■ Dataset records
<<<<

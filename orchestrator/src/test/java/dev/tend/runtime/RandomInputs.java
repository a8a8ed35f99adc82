package dev.tend.runtime;

import dev.tend.shared.ApprovalState;
import dev.tend.shared.RunState;
import dev.tend.engine.ApprovalSnapshot;
import dev.tend.engine.Effect;
import dev.tend.engine.Engine;
import dev.tend.engine.Input;
import dev.tend.engine.RunSnapshot;
import dev.tend.shared.HealthTransition;
import dev.tend.shared.Id;
import dev.tend.shared.SignalState;
import dev.tend.shared.Target;
import dev.tend.shared.TopologyChange;
import dev.tend.shared.TopologyEvent;
import dev.tend.shared.fleet.ClusterSpec;
import dev.tend.shared.fleet.Fleet;
import dev.tend.shared.fleet.NodeSpec;

import java.time.Duration;
import java.time.Instant;
import java.util.ArrayList;
import java.util.LinkedHashMap;
import java.util.List;
import java.util.Map;
import java.util.Random;
import java.util.TreeMap;

/**
 * Makes a random but valid stream of inputs for an engine, reacting to what it did: the
 * timers it armed fire at their time, its executor calls are answered (mostly with
 * success), its approval requests are approved or rejected, and operators exclude, brake
 * and abort now and then. Transitions fall on a few dozen clusters of the fleet so that the
 * fleet brake, caps and loops come into play; now and then the trigger of a running run
 * clears, a mask or an exclusion lands on its target (its gate may stand it down), and a few
 * nodes flap. Seeded: the same seed, the same inputs.
 */
final class RandomInputs {
    /** One input and the processing time it is handled at. */
    record Step(Input input, Instant now) {
    }

    private static final String[] SIGNALS = {"heartbeat", "process-down", "replica-lag", "cert-expiry", "storage-full"};
    /** The trigger signal of each playbook of the bundled library, by playbook id. */
    private static final Map<String, String> TRIGGERS = Map.of("replace-silent-node", "heartbeat",
            "restart-stopped-process", "process-down", "move-leadership-off-lagging-node", "replica-lag",
            "rotate-expiring-certificate", "cert-expiry");

    private final Random random;
    private final List<ClusterSpec> clusters;
    private Instant now;
    private Instant eventAt;
    private final TreeMap<String, Instant> timers = new TreeMap<>();
    private final Map<String, Effect.CallExecutor> calls = new LinkedHashMap<>();
    private final Map<String, ApprovalSnapshot> pending = new LinkedHashMap<>();
    private final Map<String, RunSnapshot> active = new LinkedHashMap<>();
    /** Inputs left in the current burst of flaps, and the node that flaps. */
    private int flapsLeft;
    private ClusterSpec flapping;
    private SignalState flapState = SignalState.CLEAR;

    RandomInputs(long seed, Fleet fleet, int clusterCount, Instant start) {
        this.random = new Random(seed);
        List<ClusterSpec> all = new ArrayList<>(fleet.clusters());
        this.clusters = all.subList(0, Math.min(clusterCount, all.size()));
        this.now = start;
        this.eventAt = start;
    }

    /** Takes note of what the engine did with the last input: timers, calls, approvals, runs. */
    void observe(List<Effect> effects) {
        for (Effect e : effects) {
            if (e instanceof Effect.ArmTimer a) timers.put(a.key(), a.due());
            else if (e instanceof Effect.CancelTimer c) timers.remove(c.key());
            else if (e instanceof Effect.CallExecutor c) calls.put(c.key(), c);
            else if (e instanceof Effect.ApprovalChanged a) {
                if (a.approval().state() == ApprovalState.PENDING) pending.put(a.approval().runId(), a.approval());
                else pending.remove(a.approval().runId());
            } else if (e instanceof Effect.RunChanged r) {
                if (r.run().state().isActive()) active.put(r.run().runId(), r.run());
                else active.remove(r.run().runId());
            }
        }
    }

    /** The next input, given what the engine has done so far. */
    Step next() {
        now = now.plusSeconds(random.nextInt(45));
        if (flapsLeft > 0) {
            flapsLeft--;
            return new Step(Input.Transition.withWire(flap()), now);
        }
        int roll = random.nextInt(100);
        if (roll < 12 && !timers.isEmpty()) {
            Map.Entry<String, Instant> first = timers.firstEntry();
            for (Map.Entry<String, Instant> t : timers.entrySet()) if (t.getValue().isBefore(first.getValue())) first = t;
            timers.remove(first.getKey());
            if (first.getValue().isAfter(now)) now = first.getValue();
            return new Step(new Input.TimerFired(first.getKey()), now);
        }
        if (roll < 27 && !calls.isEmpty()) {
            Effect.CallExecutor c = pick(new ArrayList<>(calls.values()));
            calls.remove(c.key());
            boolean ok = random.nextInt(10) < 8;
            List<Id> clears = ok && c.action() instanceof dev.tend.playbooks.SimulatedAction s ? s.clears() : List.of();
            return new Step(new Input.ExecutorResult(c.runId(), c.stepId(), c.attempt(), ok, ok ? "ok" : "failed", clears,
                    Map.of("try", random.nextInt(3))), now);
        }
        if (roll < 31) return new Step(command(), now);
        if (roll < 34) return new Step(new Input.Topology(topology()), now);
        if (roll < 40) {
            now = now.plus(Duration.ofSeconds(random.nextInt(900)));
            return new Step(new Input.Tick(), now);
        }
        if (roll < 45) {
            List<RunSnapshot> running = active.values().stream().filter(r -> r.state() == dev.tend.shared.RunState.RUNNING).toList();
            if (!running.isEmpty()) return new Step(gateInput(pick(running)), now);
        }
        if (roll < 47) {
            flapping = clusters.get(random.nextInt(Math.min(3, clusters.size())));
            flapsLeft = 8;
            return new Step(Input.Transition.withWire(flap()), now);
        }
        return new Step(Input.Transition.withWire(transition()), now);
    }

    private HealthTransition transition() {
        eventAt = eventAt.plusSeconds(random.nextInt(90));
        if (eventAt.isAfter(now)) eventAt = now;
        // now and then a late event, older than what was already seen
        Instant at = random.nextInt(20) == 0 ? eventAt.minusSeconds(60 + random.nextInt(600)) : eventAt;
        ClusterSpec c = pick(clusters);
        if (random.nextInt(25) == 0) {
            return HealthTransition.of(at, c.id().value(), null, "key-revoked", random.nextBoolean() ? SignalState.BREACH : SignalState.CLEAR);
        }
        NodeSpec n = pick(c.nodes());
        String signal = SIGNALS[random.nextInt(SIGNALS.length)];
        int s = random.nextInt(10);
        SignalState state = s < 4 ? SignalState.CLEAR : signal.equals("heartbeat") || s < 6 ? SignalState.SILENT : SignalState.BREACH;
        return HealthTransition.of(at, c.id().value(), n.id().value(), signal, state);
    }

    /** Something that a running run's gate looks at before its next action step. */
    private Input gateInput(RunSnapshot run) {
        eventAt = eventAt.plusSeconds(random.nextInt(30));
        if (eventAt.isAfter(now)) eventAt = now;
        Target t = run.target();
        String node = t.node() == null ? null : t.node().value();
        int r = random.nextInt(4);
        if (r == 0) return new Input.Exclude(t, "checking by hand", "ops", now.plusSeconds(300 + random.nextInt(3600)), "olga", "127.0.0.1");
        if (r == 1 && node != null) {
            return Input.Transition.withWire(HealthTransition.of(eventAt, t.cluster().value(), node, "storage-full", SignalState.BREACH));
        }
        String signal = TRIGGERS.getOrDefault(run.playbook(), SIGNALS[random.nextInt(SIGNALS.length)]);
        return Input.Transition.withWire(HealthTransition.of(eventAt, t.cluster().value(), node, signal, SignalState.CLEAR));
    }

    /** The next state change of process-down in a burst on one node, back and forth: the node flaps. */
    private HealthTransition flap() {
        eventAt = now;
        flapState = flapState == SignalState.CLEAR ? SignalState.BREACH : SignalState.CLEAR;
        return HealthTransition.of(eventAt, flapping.id().value(), flapping.nodes().get(0).id().value(), "process-down", flapState);
    }

    private TopologyEvent topology() {
        ClusterSpec c = pick(clusters);
        int r = random.nextInt(3);
        TopologyChange change = r == 0 ? TopologyChange.JOINED : r == 1 ? TopologyChange.LEFT : TopologyChange.CHANGED;
        Id node = r == 0 ? Id.of("n" + (7 + random.nextInt(3))) : pick(c.nodes()).id();
        Map<String, Object> attrs = change == TopologyChange.LEFT ? Map.of() : Map.of("zone", "z-" + "abc".charAt(random.nextInt(3)));
        return new TopologyEvent(eventAt, c.id(), node, change, attrs, Map.of());
    }

    private Input command() {
        String by = random.nextBoolean() ? "olga" : "anna";
        String from = "127.0.0.1";
        int r = random.nextInt(9);
        if (r <= 1 && !pending.isEmpty()) {
            ApprovalSnapshot a = pick(new ArrayList<>(pending.values()));
            return r == 0 ? new Input.Approve(a.runId(), by, from) : new Input.Reject(a.runId(), "not tonight", by, from);
        }
        if (r == 2 && !active.isEmpty()) return new Input.AbortRun(pick(new ArrayList<>(active.keySet())), "rehearsal", by, from);
        ClusterSpec c = pick(clusters);
        Target t = random.nextBoolean() ? Target.cluster(c.id()) : Target.node(c.id(), pick(c.nodes()).id());
        return switch (r) {
            case 3 -> new Input.Exclude(t, "vendor maintenance", "ops", random.nextBoolean() ? null : now.plusSeconds(600 + random.nextInt(7200)),
                    by, from);
            case 4 -> new Input.Unexclude(t, by, from);
            // a drill now and then only: an engaged brake would hide the automatic one most of the time
            case 5 -> random.nextInt(4) == 0 ? new Input.EngageBrake("storm drill", by, from)
                    : new Input.ClearLoop(Id.of("replace-silent-node"), t, by, from);
            case 6 -> new Input.ReleaseBrake("drill over", by, from);
            default -> new Input.ClearLoop(Id.of("replace-silent-node"), t, by, from);
        };
    }

    private <T> T pick(List<T> list) {
        return list.get(random.nextInt(list.size()));
    }

    /** Handles {@code step} on {@code engine}. */
    static List<Effect> handle(Engine engine, Step step) {
        return engine.handle(step.input(), step.now());
    }
}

>>>>

■ YOUR ASSIGNMENT
Reproduce the entries above exactly, but only the lines between the line holding "return new Step(Input.Transition.withWire(transition()), now);" and the line holding "if (r == 1 && node", inclusive.

■ EXERCISE SOLUTION
        return new Step(Input.Transition.withWire(transition()), now);
    }

    private HealthTransition transition() {
        eventAt = eventAt.plusSeconds(random.nextInt(90));
        if (eventAt.isAfter(now)) eventAt = now;
        // now and then a late event, older than what was already seen
        Instant at = random.nextInt(20) == 0 ? eventAt.minusSeconds(60 + random.nextInt(600)) : eventAt;
        ClusterSpec c = pick(clusters);
        if (random.nextInt(25) == 0) {
            return HealthTransition.of(at, c.id().value(), null, "key-revoked", random.nextBoolean() ? SignalState.BREACH : SignalState.CLEAR);
        }
        NodeSpec n = pick(c.nodes());
        String signal = SIGNALS[random.nextInt(SIGNALS.length)];
        int s = random.nextInt(10);
        SignalState state = s < 4 ? SignalState.CLEAR : signal.equals("heartbeat") || s < 6 ? SignalState.SILENT : SignalState.BREACH;
        return HealthTransition.of(at, c.id().value(), n.id().value(), signal, state);
    }

    /** Something that a running run's gate looks at before its next action step. */
    private Input gateInput(RunSnapshot run) {
        eventAt = eventAt.plusSeconds(random.nextInt(30));
        if (eventAt.isAfter(now)) eventAt = now;
        Target t = run.target();
        String node = t.node() == null ? null : t.node().value();
        int r = random.nextInt(4);
        if (r == 0) return new Input.Exclude(t, "checking by hand", "ops", now.plusSeconds(300 + random.nextInt(3600)), "olga", "127.0.0.1");
        if (r == 1 && node != null) {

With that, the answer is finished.